State Bank of India (SBI) has divested 13.18 percent of its stake in Yes Bank to Japan’s Sumitomo Mitsui Banking Corporation (SMBC) in a landmark transaction. This deal, valued at approximately Rs 8,889 crore, marks a significant development in Yes Bank’s restructuring journey and signals SMBC’s first major foothold in the Indian banking sector. The strategic stake sale aims to strengthen Yes Bank’s capital base while providing SBI and partner banks a lucrative exit.
Key Details of the Transaction
SBI sold 13.18% of its roughly 24% holding in Yes Bank at Rs 21.50 per share, a substantial gain over the Rs 10 per share subscription during the 2020 rescue.
SMBC is acquiring a 20 percent total stake in Yes Bank: 13.18% from SBI and 6.81% combined from seven private banks — HDFC, ICICI, Axis, Kotak Mahindra, IDFC First, Federal Bank, and Bandhan Bank.
The total deal value stands at Rs 13,483 crore, which will be booked as “other income” by the selling banks.
The deal benefits from a capital gains tax exemption under the Yes Bank Reconstruction Scheme, 2020 to encourage banks that supported the rescue.
Necessary regulatory approvals from the Reserve Bank of India (RBI) and Competition Commission of India (CCI) have been secured.
Post-sale, SBI’s stake will reduce to about 10.8%, while other banks’ combined holdings will fall below 3%.
Strategic Implications and Future Prospects
SMBC’s entry as a major stakeholder brings not only capital infusion but also global banking expertise to Yes Bank. With RBI approval, SMBC can appoint two directors on Yes Bank’s board, enhancing governance and operational oversight. Additionally, SMBC is reportedly planning a further capital injection of Rs 16,000 crore in a mix of equity and debt to boost Yes Bank’s growth trajectory.
SBI and the consortium of private banks stand to benefit significantly from this exit, booking substantial tax-free income, providing relief amid margin pressures and treasury gains moderation. This also underscores the success of the 2020 reconstruction efforts, where banks played a key role in stabilizing Yes Bank.
Market and Regulatory Context
The transaction, one of the largest cross-border deals in India’s banking sector, signals renewed confidence from international investors in the Indian market. The tax exemption clause in the Reconstruction Scheme was pivotal in encouraging banks to invest initially and now exit at gains without a capital gains tax burden.

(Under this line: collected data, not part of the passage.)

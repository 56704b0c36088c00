"""Generated files: every family in every delimiter, decimal mark, line end and encoding, read back as written."""

from __future__ import annotations

import tempfile
from pathlib import Path

import numpy as np
import pytest
from hypothesis import given, settings
from hypothesis import strategies as st

from benchfit.capture import read
from tools.csv_families import FAMILIES, NUMBER_FORMS, Style, Wave, is_possible, make, relaxation, styles


def _check(family: str, wave: Wave, style: Style, folder: Path) -> None:
    made = make(family, wave, style)
    path = folder / "made.csv"
    path.write_bytes(made.data)
    capture = read(path, interval=made.interval if made.ask else None)
    assert tuple(channel.name for channel in capture.channels) == made.names
    assert tuple(channel.unit for channel in capture.channels) == made.units
    assert capture.samples == wave.samples
    assert capture.interval == pytest.approx(made.interval, rel=1e-4)
    assert capture.start == pytest.approx(made.start, abs=1e-2 * made.interval)
    for channel, values in zip(capture.channels, made.values, strict=True):
        np.testing.assert_array_equal(channel.values, values)


@st.composite
def waves(draw: st.DrawFn) -> Wave:
    """A waveform of any length, place in time and scale."""
    wave = relaxation(draw(st.integers(20, 90)), draw(st.integers(1, 3)), draw(st.integers(0, 10_000)))
    # Ten digits behind the point are the fewest that a style prints, and a long record's stamps need them all.
    interval = draw(st.sampled_from([2e-9, 1e-6, 1.6e-6, 5.12e-6, 1e-4, 0.04, 1.0]))
    start = interval * draw(st.sampled_from([0, -10, -1000, 3.5, 500]))
    return Wave(start, interval, wave.channels)


@pytest.mark.parametrize("family", FAMILIES)
@settings(max_examples=12)
@given(data=st.data())
def test_read_back_what_was_written(family: str, data: st.DataObject) -> None:
    style = data.draw(st.sampled_from([style for style in styles() if is_possible(family, style)]))
    wave = data.draw(waves())
    # Fixed decimals cannot hold nanoseconds.
    form = data.draw(
        st.sampled_from([form for form in NUMBER_FORMS if form != "fixed" or wave.interval >= 1e-6])
    )
    last = data.draw(st.booleans())
    style = Style(style.delimiter, style.decimal, style.line_end, style.encoding, form, last)
    with tempfile.TemporaryDirectory() as folder:
        _check(family, wave, style, Path(folder))


@pytest.mark.long
@pytest.mark.parametrize("family", FAMILIES)
def test_every_combination(family: str, tmp_path: Path) -> None:
    for k, style in enumerate(styles()):
        if is_possible(family, style):
            for form in NUMBER_FORMS:
                wave = relaxation(60 + k % 2, 1 + k % 3, k)
                _check(
                    family,
                    wave,
                    Style(style.delimiter, style.decimal, style.line_end, style.encoding, form),
                    tmp_path,
                )


def test_combinations_that_cannot_exist_are_few() -> None:
    """Comma for both marks; blanks where cells are empty or hold blanks themselves."""
    possible = [(family, style) for family in FAMILIES for style in styles() if is_possible(family, style)]
    assert len(possible) == 1500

Yes Bank’s shares responded positively to the announcement, reflecting market optimism on fresh capital and strategic partnership bolstering stability and growth prospects.
Looking Ahead
This strategic stake sale sets the stage for accelerated expansion and risk management improvements at Yes Bank, backed by a strong capital base and global banking acumen from SMBC. The partnership could serve as a template for further globalization of the Indian banking landscape and deepen Indo-Japanese financial ties.